Multilayer perceptron classifier

A multilayer perceptron (MLP) is a class of feedforward artificial neural network (ANN). The term MLP is used ambiguously, sometimes loosely to refer to any feedforward ANN, sometimes strictly to refer to networks composed of multiple layers of perceptrons (with threshold activation). Multilayer perceptrons are sometimes colloquially referred to as “vanilla” neural networks, especially when they have a single hidden layer.

An MLP consists of at least three layers of nodes: an input layer, a hidden layer and an output layer. Except for the input nodes, each node is a neuron that uses a nonlinear activation function.

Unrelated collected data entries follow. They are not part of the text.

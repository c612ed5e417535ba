import { failureText, type PlainFailure } from "../../core/failure.ts";
import { failureSentence } from "../../export/sentences/progressSentences.ts";
import { Pennant } from "./Pennant.tsx";
import { SentenceText } from "./SentenceText.tsx";

/** What could not be used: each by its place, the fact, and what can be done. */
export function FailureList({
  failures,
  fault = false,
}: {
  failures: readonly PlainFailure[];
  /** True where nothing at all could be used. */
  fault?: boolean;
}) {
  return (
    <ul className="failures">
      {failures.map((failure) => (
        <li className={`failure ${fault ? "fault" : ""}`} key={failureText(failure)}>
          <Pennant />
          <span>
            <SentenceText sentence={failureSentence(failure)} />
          </span>
        </li>
      ))}
    </ul>
  );
}
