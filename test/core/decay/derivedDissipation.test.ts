import { describe, expect, it } from "vitest";
import { deriveStations } from "../../../src/core/decay/deriveStations.ts";
import { fitDecay } from "../../../src/core/decay/fitDecay.ts";
import { lawVariance } from "../../../src/core/decay/lawBand.ts";
import type { DecaySettings } from "../../../src/core/decayResult.ts";
import { isEstimate, missing, type Quantity } from "../../../src/core/quantity.ts";
import type { StationResult } from "../../../src/core/stationResult.ts";
import { expectClose } from "../../support/expectClose.ts";
import { known, lawStations, plainSettings, spacedFrom } from "../../support/lawStations.ts";

const law = { A: 0.06, x0: 1, n: 1.25, ell: 1, U: 6, nu: 1.5e-5, B: 0.1, m: 0.375 };
const xs = spacedFrom(law.x0, 4, 40, 9);
const exact = lawStations(law, xs, 0.01);
const plain: DecaySettings = { ...plainSettings, window: [xs[1], xs[7]], kinematicViscosity: law.nu };
function derived(stations: StationResult[], choice: Partial<DecaySettings> = {}) {
  const all = { ...plain, ...choice };
  const decay = fitDecay(stations, all);
  return { decay, stations: deriveStations(stations, decay, all) };
}
const refitted = { relative: 1e-6, because: "an exact law, refitted" };
const standard = (quantity: Quantity) => (isEstimate(quantity) ? quantity.error?.standard : undefined);
const whyOf = (quantity: Quantity) => (isEstimate(quantity) ? "" : quantity.why);

describe("the dissipation of the decay at a station", () => {
  it("is n U k/(x - x0) inside the window, its ends included, and missing outside", () => {
    derived(exact).stations.forEach(({ x, epsilon_decay, k, balance }, i) => {
      if (i === 0 || i === 8) {
        expect(whyOf(epsilon_decay)).toMatch(/outside the fit window/);
        expect(balance.value).toBeNull();
        return;
      }
      expectClose(epsilon_decay.value, (1.25 * 6 * (k.value ?? 0)) / (x - 1), refitted);
      expectClose(balance.value, 1, refitted);
    });
  });
  it("is as uncertain as the law's slope there, and as U where that has an error", () => {
    const { decay, stations } = derived(exact);
    const uncertain = derived(
      exact.map((one) => ({ ...one, U: known(6, 0.004) })),
      { coordinate: "x" },
    );
    if (decay.law === null) throw new Error("no law");
    const own = Math.sqrt(lawVariance(decay.law, xs[4], 1));
    expectClose(standard(stations[4].epsilon_decay), own, refitted);
    expectClose(standard(uncertain.stations[4].epsilon_decay), Math.hypot(own, 0.004), refitted);
    expectClose(uncertain.stations[4].epsilon_decay.value, stations[4].epsilon_decay.value ?? 0, refitted);
    // the balance adds the error of the gradients
    expectClose(standard(stations[4].balance), Math.hypot(own, 0.01), refitted);
  });
  it("counts uu three halves of an energy, and 1 for U along time", () => {
    const ofU = derived(exact, { quantity: "uu" }).stations[4];
    expectClose(ofU.epsilon_decay.value, exact[4].epsilon.value ?? 0, refitted);
    const time = derived(exact, { along: "t" }).stations[4];
    expectClose(time.epsilon_decay.value, (exact[4].epsilon.value ?? 0) / 6, refitted);
  });
  it("is not to be had of a q that may be no energy, without a law, or without U", () => {
    const q = exact.map((one) => ({ ...one, q: one.k }));
    expect(whyOf(derived(q, { quantity: "q" }).stations[4].epsilon_decay)).toMatch(
      /not known to be an energy/,
    );
    const none = derived(exact, { window: [xs[0], xs[1]] });
    expect(whyOf(none.stations[0].epsilon_decay)).toBe(whyOf(none.decay.n));
    const gap = exact.map((one, i) => (i === 4 ? { ...one, U: missing("none") } : one));
    expect(whyOf(derived(gap, { coordinate: "x" }).stations[4].epsilon_decay)).toMatch(/no mean velocity/);
    expect(derived(gap, { along: "t" }).stations[4].epsilon_decay.value).not.toBeNull();
  });
});

describe("scales that rest on the decay", () => {
  const scaled = (change: Partial<StationResult>, choice: Partial<DecaySettings> = {}) =>
    derived(
      exact.map((one) => ({ ...one, ...change })),
      { dissipation: "decay", ...choice },
    ).stations[4];
  it("replace those of a record, but a profile keeps the lambda it brought", () => {
    const record = scaled({ lambda: known(9, 0.1), epsilon: known(9, 0.1) });
    expectClose(record.lambda.value, exact[4].lambda.value ?? 0, refitted);
    expectClose(record.epsilon.value, exact[4].epsilon.value ?? 0, refitted);
    const profile = scaled({ duration: null, epsilon: missing("none"), lambda: known(9, 0.1) });
    expect(profile.lambda.value).toBe(9);
    expectClose(profile.eta.value, exact[4].eta.value ?? 0, refitted);
    const bare = scaled({ duration: null, epsilon: missing("none"), lambda: missing("none") });
    expectClose(bare.lambda.value, exact[4].lambda.value ?? 0, refitted);
  });
  it("take the variance along the line that lengths are taken on: v on lines across in y, w in z", () => {
    const facts = exact[4].facts;
    const lines = (along: "x" | "y" | "z") => {
      const of = { ...(facts.lines ?? {}), along } as NonNullable<StationResult["facts"]["lines"]>;
      return scaled({
        facts: { ...facts, lines: of },
        vv: known(4e-3, 0.01),
        ww: known(9e-3, 0.01),
      });
    };
    const expected = (variance: number, epsilon: Quantity) =>
      Math.sqrt((15 * law.nu * variance) / (epsilon.value ?? 1));
    const [alongY, alongZ, alongX] = [lines("y"), lines("z"), lines("x")];
    expectClose(alongY.lambda.value, expected(4e-3, alongY.epsilon), refitted);
    expectClose(alongZ.lambda.value, expected(9e-3, alongZ.epsilon), refitted);
    expectClose(alongX.lambda.value, expected(exact[4].uu.value ?? 0, alongX.epsilon), refitted);
  });
});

MLP utilizes a supervised learning technique called backpropagation for training. Its multiple layers and non-linear activation distinguish MLP from a linear perceptron. It can distinguish data that is not linearly separable.

Naive Bayes

In machine learning, naïve Bayes classifiers are a family of simple “probabilistic classifiers” based on applying Bayes’ theorem with strong (naïve) independence assumptions between the features. They are among the simplest Bayesian network models.

It remains a popular (baseline) method for text categorization, the problem of judging documents as belonging to one category or the other (such as spam or legitimate, sports or politics, etc.) with word frequencies as the features. With appropriate pre-processing, it is competitive in this domain with more advanced methods including support vector machines. It also finds application in automatic medical diagnosis.

Naïve Bayes classifiers are highly scalable, requiring a number of parameters linear in the number of variables (features/predictors) in a learning problem. Maximum-likelihood training can be done by evaluating a closed-form expression,which takes linear time, rather than by expensive iterative approximation as used for many other types of classifiers.